I’m also unsure of my way to tackle this job. Build staging around it or look into renting a lift truck.


----------



## roofermann (Jul 7, 2012)

You'll have to do it like you would with slate. Cut the archs into pieces, which need to get smaller as you go up. Say cut into thirds for bottom few courses, then 4ths for some courses etc. You will have to dutchlap here and there to avoid any butt joint over butt joint situations, making sure to only lap a single ply piece over another single ply piece. Also, make a story pole for guaging your vertical layout, as a chalk line will be useless. Good luck


----------



## Kpurchroofs902 (Sep 18, 2021)

roofermann said:


> You'll have to do it like you would with slate. Cut the archs into pieces, which need to get smaller as you go up. Say cut into thirds for bottom few courses, then 4ths for some courses etc.
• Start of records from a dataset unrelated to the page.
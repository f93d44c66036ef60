/** How close both column engines come to independent solutions. */
import { type AccuracyClaim, percent } from './accuracy-claim.js';
import { gainDifference } from './column.js';
import { bestShift, columnComparisons, couplingDifferences, roughGainDifferences } from './column-comparison.js';
import { type EngineName, rms } from './engine-problems.js';
import { edgeResonances, unitDifference } from './patch-comparison.js';
import { UNIT_REFERENCES } from './patch-references.js';

const COLUMNS = 'independent full-wave solutions of two columns';
const PATCHES = 'independent full-wave solutions of edge-fed patches';
const UNITS = 'independent full-wave solutions of one patch between two lines';
const EIGHT =
  'eight patches on 127 µm and on 100 µm, smooth and rough copper, 76 to 80 GHz (full wave: 76, 78, 80 and 77, 79 GHz, rough 78 GHz on 127 µm)';
const THREE = 'patches on 100, 127 and 200 µm, permittivity 3 to 3.55, 78 to 80 GHz';

/** Frequencies compared, GHz: the network at all, the full wave at a few that show the match, the slope and the dip. */
const COUPLED: Readonly<Record<EngineName, readonly number[]>> = {
  network: [76, 76.5, 77, 77.5, 78, 78.5, 79, 79.5, 80],
  'full wave': [78],
};
const BETWEEN: Readonly<Record<EngineName, readonly number[]>> = { network: [70, 74, 78, 82], 'full wave': [78] };

interface Target {
  readonly network: number;
  readonly 'full wave': number;
}

interface Row {
  readonly id: string;
  readonly figure: string;
  readonly comparedWith: string;
  readonly range: string;
  readonly target: Target;
  readonly unit: string;
  readonly remark?: Partial<Readonly<Record<EngineName, string>>>;
  readonly deviations: (engine: EngineName) => readonly number[];
}

const resonant = (engine: EngineName, of: 'f0GHz' | 'ohm' | 'q', thick: boolean): number[] =>
  edgeResonances[engine]()
    .filter((c) => of === 'f0GHz' || c.reference.height > 150e-6 === thick)
    .map((c) => percent(c.found[of], c.expected[of]));

const perColumn = (
  engine: EngineName,
  of: 'reflection' | 'directivityDb' | 'tiltDeg' | 'sidelobeDb',
): readonly number[] => columnComparisons[engine]().map((c) => rms(c.rows.map((row) => row[of])));

const ROWS: readonly Row[] = [
  {
    id: 'patch-resonance',
    figure: 'resonance of an edge-fed patch',
    comparedWith: PATCHES,
    range: THREE,
    target: { network: 0.3, 'full wave': 0.25 },
    unit: '%',
    remark: both('The references are known to 0.2 %.'),
    deviations: (engine) => resonant(engine, 'f0GHz', false),
  },
  {
    id: 'patch-resistance',
    figure: 'edge resistance of a patch at resonance',
    comparedWith: PATCHES,
    range: '100 and 127 µm',
    target: { network: 12, 'full wave': 4 },
    unit: '%',
    remark: both('The references are known to 3 %.'),
    deviations: (engine) => resonant(engine, 'ohm', false),
  },
  {
    id: 'patch-resistance-200',
    figure: 'edge resistance of a patch at resonance, thick slab',
    comparedWith: PATCHES,
    range: '200 µm, permittivity 3.55',
    target: { network: 12, 'full wave': 7 },
    unit: '%',
    remark: both('The references are known to 6 %.'),
    deviations: (engine) => resonant(engine, 'ohm', true),
  },
  {
    id: 'patch-quality',
    figure: 'quality factor of an edge-fed patch',
    comparedWith: PATCHES,
    range: '100 and 127 µm',
    target: { network: 12, 'full wave': 4 },
    unit: '%',
    deviations: (engine) => resonant(engine, 'q', false),
  },
  {
    id: 'patch-quality-200',
    figure: 'quality factor of an edge-fed patch, thick slab',
    comparedWith: PATCHES,
    range: '200 µm, permittivity 3.55',
    target: { network: 12, 'full wave': 7 },
    unit: '%',
    deviations: (engine) => resonant(engine, 'q', true),
  },
  {
    id: 'unit',
    figure: 'complex reflection of a patch between two lines, rms over frequency',
    comparedWith: UNITS,
    range: '100 and 127 µm, 70 to 82 GHz (full wave: 78 GHz)',
    target: { network: 0.06, 'full wave': 0.03 },
    unit: '1',
    deviations: (engine) => units(engine, false),
  },
  {
    id: 'unit-200',
    figure: 'complex reflection of a patch between two lines, rms over frequency, thick slab',
    comparedWith: UNITS,
    range: '200 µm, permittivity 3.55, 70 to 82 GHz (full wave: 78 GHz)',
    target: { network: 0.1, 'full wave': 0.04 },
    unit: '1',
    deviations: (engine) => units(engine, true),
  },
  {
    id: 'reflection',
    figure: 'complex reflection, rms over the band',
    comparedWith: COLUMNS,
    range: EIGHT,
    target: { network: 0.06, 'full wave': 0.03 },
    unit: '1',
    remark: both('The references are known to 0.02.'),
    deviations: (engine) => perColumn(engine, 'reflection'),
  },
  {
    id: 'shift',
    figure: 'frequency shift that best aligns the complex reflection',
    comparedWith: COLUMNS,
    range: 'eight patches on 127 µm and on 100 µm, smooth copper, 76 to 80 GHz',
    target: { network: 0.2, 'full wave': 0.1 },
    unit: 'GHz',
    deviations: (engine) =>
      columnComparisons[engine]()
        .filter((c) => c.copper === 'smooth')
        .map(bestShift),
  },
  {
    id: 'directivity',
    figure: 'directivity, rms',
    comparedWith: COLUMNS,
    range: EIGHT,
    target: { network: 0.25, 'full wave': 0.15 },
    unit: 'dB',
    deviations: (engine) => perColumn(engine, 'directivityDb'),
  },
  {
    id: 'gain',
    figure: 'gain where reflection is below −5 dB, rms',
    comparedWith: COLUMNS,
    range: EIGHT,
    target: { network: 0.25, 'full wave': 0.15 },
    unit: 'dB',
    remark: both('What the references themselves fail to balance is taken off theirs; they are known to 0.1 dB.'),
    deviations: (engine) => columnComparisons[engine]().map(gainDifference),
  },
  {
    id: 'rough-gain',
    figure: 'gain lost to rough copper',
    comparedWith: COLUMNS,
    range: 'sheet impedance (2 + 3j)Rs against (1 + j)Rs, where reflection is below −5 dB',
    target: { network: 0.1, 'full wave': 0.05 },
    unit: 'dB',
    deviations: roughGainDifferences,
  },
  {
    id: 'tilt',
    figure: 'beam direction at a given frequency, rms',
    comparedWith: COLUMNS,
    range: EIGHT,
    target: { network: 0.5, 'full wave': 0.5 },
    unit: '°',
    remark: both('The references give it on a grid of 0.5°.'),
    deviations: (engine) => perColumn(engine, 'tiltDeg'),
  },
  {
    id: 'sidelobe',
    figure: 'strongest elevation sidelobe, rms',
    comparedWith: COLUMNS,
    range: `${EIGHT}; sidelobes of −4 to −13 dB`,
    target: { network: 1, 'full wave': 0.5 },
    unit: 'dB',
    remark: both('Columns tapered to −25 dB are not among the references printed here.'),
    deviations: (engine) => perColumn(engine, 'sidelobeDb'),
  },
  {
    id: 'coupling',
    figure: 'coupling of two neighbouring columns, rms',
    comparedWith: 'independent full-wave solution of two columns 0.55 wavelengths apart',
    range: 'eight patches on 127 µm, smooth copper, −27 to −37 dB, 76 to 80 GHz (full wave: 78 GHz)',
    target: { network: 1.5, 'full wave': 0.5 },
    unit: 'dB',
    remark: {
      network:
        'Missed: 2.6 dB; overstated by 3 to 4 dB below 78 GHz, where the columns reflect most, and within 1.8 dB above 78.5 GHz.',
      'full wave':
        'Both solutions are driven over feed lines that radiate a little; another length of line moves the figure by 1 dB. The reference is known to 0.2 dB.',
    },
    deviations: (engine) => [rms(couplingDifferences(engine, COUPLED[engine]))],
  },
];

function both(remark: string): Readonly<Record<EngineName, string>> {
  return { network: remark, 'full wave': remark };
}

function units(engine: EngineName, thick: boolean): number[] {
  return UNIT_REFERENCES.filter((reference) => reference.height > 150e-6 === thick).map((reference) =>
    rms(unitDifference(engine, reference, BETWEEN[engine]).map((d) => d.reflection)),
  );
}

export const columnAccuracy: readonly AccuracyClaim[] = (['network', 'full wave'] as const).flatMap((engine) =>
  ROWS.map(
    ({ id, figure, target, remark, deviations, ...row }): AccuracyClaim => ({
      ...row,
      id: `${engine === 'network' ? 'column' : 'full-wave'}-${id}`,
      figure: `Patch columns, ${engine}: ${figure}`,
      target: target[engine],
      ...(remark?.[engine] ? { remark: remark[engine] } : {}),
      deviations: () => deviations(engine),
    }),
  ),
);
You will have to dutchlap here and there to avoid any butt joint over butt joint situations, making sure to only lap a single ply piece over another single ply piece. Also, make a story pole for guaging your vertical layout, as a chalk line will be useless. Good luck


Thanks bro!. I’m going to do it tomorrow. And by story pole do you mean a line going from the top to bottom?. And so if I get what you’re saying right after I get my first shingle on the next one that goes around I have to Dutch lap a bit with single layer parts of the shingle and not cut angles?. Like the picture I attached to this but lap to the lines not cut the angle?


----------



## Kpurchroofs902 (Sep 18, 2021)

Kpurchroofs902 said:


> Thanks bro!. I’m going to do it tomorrow. And by story pole do you mean a line going from the top to bottom?. And so if I get what you’re saying right after I get my first shingle on the next one that goes around I have to Dutch lap a bit with single layer parts of the shingle and not cut angles?. Like the picture I attached to this but lap to the lines not cut the angle?


----------



## roofermann (Jul 7, 2012)

Yeah, similar to that, but I'd use more than 3 zones on a cone the size of what you're dealing with. A story pole is a long stick marked with the exposure for each course. After some thinking, you could just use your tape, pulling down from the peak to keep your exposure right as you go around. Good 'ol Mr.Eyeball should work ok until you get past the flair out at the bottom. Hope this isn't too late.


----------



## Kpurchroofs902 (Sep 18, 2021)

roofermann said:


> Yeah, similar to that, but I'd use more than 3 zones on a cone the size of what you're dealing with. A story pole is a long stick marked with the exposure for each course. After some thinking, you could just use your tape, pulling down from the peak to keep your exposure right as you go around. Good 'ol Mr.Eyeball should work ok until you get past the flair out at the bottom. Hope this isn't too late.


 Okay thank you for the good information Rooferman. The job got completed but I wasn’t happy how it turned out to be honest. Your info and what I learned helped out a lot, and I had every intention and the knowledge to make it beautiful. But my employer and the owner was not willing to pay for me to take the time and do it right. I was told to shingle over the existing layer and we ended up having to use staging instead of a lift truck. And the whole thing felt rushed and I was basically told to just put the shingles on it. It doesn’t look terrible and the building owners happy with it but it coulda much been. I look forward to the point of my career where I can make the calls and do a cone how I want.


----------



## roofermann (Jul 7, 2012)

I understand, gotta do what the person signing the paycheck says. Good to see a younger guy worried about quality over quantity, so many speed demon hacks in the trade now a days.


----------



## Kpurchroofs902 (Sep 18, 2021)

roofermann said:


> I understand, gotta do what the person signing the paycheck says. Good to see a younger guy worried about quality over quantity, so many speed demon hacks in the trade now a days.


True that roofermann. The way I see it is I’ve been in it for more then 15 years now and I’m always innovating and trying to get better. To truly be a professional and give a better quality in less time for affordable rates can be done and eve body involved can be happy. There’s a lot of greed and cut throat people in this industry. I’m in it for the long haul and roofs are supposed to go the distance. The hundreds, probably thousands of roofs I’ve been on in the past 10 years I know that theres a low chance of my work failing before the warranty is up.


----------